WORK REQUEST:
Counting the line with "it should be.</param>" as the last one, copy out the lines of the data exactly from the first onward.

[Stored data entries]
BEGIN

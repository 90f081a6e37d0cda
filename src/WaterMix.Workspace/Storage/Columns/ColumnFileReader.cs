using Parquet;
using Parquet.Schema;

namespace WaterMix.Workspace.Storage.Columns;

/// <summary>Reads what <see cref="ColumnFileWriter"/> wrote, whole columns at a time.</summary>
internal sealed class ColumnFileReader : IAsyncDisposable
{
    private readonly ParquetReader _reader;
    private readonly Dictionary<string, DataField> _fields;

    private ColumnFileReader(ParquetReader reader)
    {
        _reader = reader;
        _fields = reader.Schema.DataFields.ToDictionary(f => f.Name, StringComparer.Ordinal);
        RowCount = (int)reader.RowGroups.Sum(g => g.RowCount);
    }

    /// <summary>Number of rows.</summary>
    public int RowCount { get; }

    /// <summary>Opens a file.</summary>
    /// <param name="path">The file.</param>
    /// <param name="what">What it holds, for the message where it cannot be read.</param>
    /// <exception cref="InvalidDataException">The file is missing or damaged; the message says what to do.</exception>
    public static async Task<ColumnFileReader> OpenAsync(string path, string what)
    {
        try
        {
            return new ColumnFileReader(await ParquetReader.CreateAsync(path));
        }
        catch (Exception fault) when (fault is IOException or UnauthorizedAccessException or ParquetException or InvalidDataException)
        {
            throw new InvalidDataException(
                $"{what} cannot be read: {fault.Message.TrimEnd('.')}. Put the data folder's file {Path.GetFileName(path)} back from a copy, or read the cruise again from its upload.", fault);
        }
    }

    /// <summary>What <see cref="ColumnFileWriter.FinishAsync"/> was given under this name.</summary>
    /// <param name="name">What kind of file it should be.</param>
    /// <exception cref="InvalidDataException">It is another kind of file.</exception>
    public string Description(string name) =>
        _reader.CustomMetadata.GetValueOrDefault(name) ?? throw new InvalidDataException($"Expected a column file of kind {name}; this one is another. Put the data folder's file back from a copy.");

    /// <summary>A column of numbers, all rows.</summary>
    /// <typeparam name="T">double, int or byte.</typeparam>
    /// <param name="name">The column's name.</param>
    public async Task<T[]> NumbersAsync<T>(string name)
        where T : struct
    {
        var values = new T[RowCount];
        await FillAsync(name, values.AsMemory());
        return values;
    }

    /// <summary>A column of numbers into somebody's array.</summary>
    /// <typeparam name="T">double, int or byte.</typeparam>
    /// <param name="name">The column's name.</param>
    /// <param name="into">As long as there are rows.</param>
    public async Task FillAsync<T>(string name, Memory<T> into)
        where T : struct
    {
        for (int k = 0; k < _reader.RowGroupCount; k++)
        {
            using ParquetRowGroupReader group = _reader.OpenRowGroupReader(k);
            await group.ReadAsync(_fields[name], into[..(int)group.RowCount]);
            into = into[(int)group.RowCount..];
        }
    }

    /// <summary>A column of texts into somebody's array; null where there is none.</summary>
    /// <param name="name">The column's name.</param>
    /// <param name="into">As long as there are rows.</param>
    public async Task FillAsync(string name, Memory<string?> into)
    {
        for (int k = 0; k < _reader.RowGroupCount; k++)
        {
            using ParquetRowGroupReader group = _reader.OpenRowGroupReader(k);
            Memory<string?> part = into[..(int)group.RowCount];
            part.Span.Clear();
            await group.ReadAsync(_fields[name], part);
            into = into[part.Length..];
        }
    }

    /// <summary>Closes the file.</summary>
    public ValueTask DisposeAsync() => _reader.DisposeAsync();
}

END

EXPECTED OUTPUT:
repository 90f081a6e37d0cda
filename src/WaterMix.Workspace/Storage/Columns/ColumnFileReader.cs
using Parquet;
using Parquet.Schema;

namespace WaterMix.Workspace.Storage.Columns;

/// <summary>Reads what <see cref="ColumnFileWriter"/> wrote, whole columns at a time.</summary>
internal sealed class ColumnFileReader : IAsyncDisposable
{
    private readonly ParquetReader _reader;
    private readonly Dictionary<string, DataField> _fields;

    private ColumnFileReader(ParquetReader reader)
    {
        _reader = reader;
        _fields = reader.Schema.DataFields.ToDictionary(f => f.Name, StringComparer.Ordinal);
        RowCount = (int)reader.RowGroups.Sum(g => g.RowCount);
    }

    /// <summary>Number of rows.</summary>
    public int RowCount { get; }

    /// <summary>Opens a file.</summary>
    /// <param name="path">The file.</param>
    /// <param name="what">What it holds, for the message where it cannot be read.</param>
    /// <exception cref="InvalidDataException">The file is missing or damaged; the message says what to do.</exception>
    public static async Task<ColumnFileReader> OpenAsync(string path, string what)
    {
        try
        {
            return new ColumnFileReader(await ParquetReader.CreateAsync(path));
        }
        catch (Exception fault) when (fault is IOException or UnauthorizedAccessException or ParquetException or InvalidDataException)
        {
            throw new InvalidDataException(
                $"{what} cannot be read: {fault.Message.TrimEnd('.')}. Put the data folder's file {Path.GetFileName(path)} back from a copy, or read the cruise again from its upload.", fault);
        }
    }

    /// <summary>What <see cref="ColumnFileWriter.FinishAsync"/> was given under this name.</summary>
    /// <param name="name">What kind of file it should be.</param>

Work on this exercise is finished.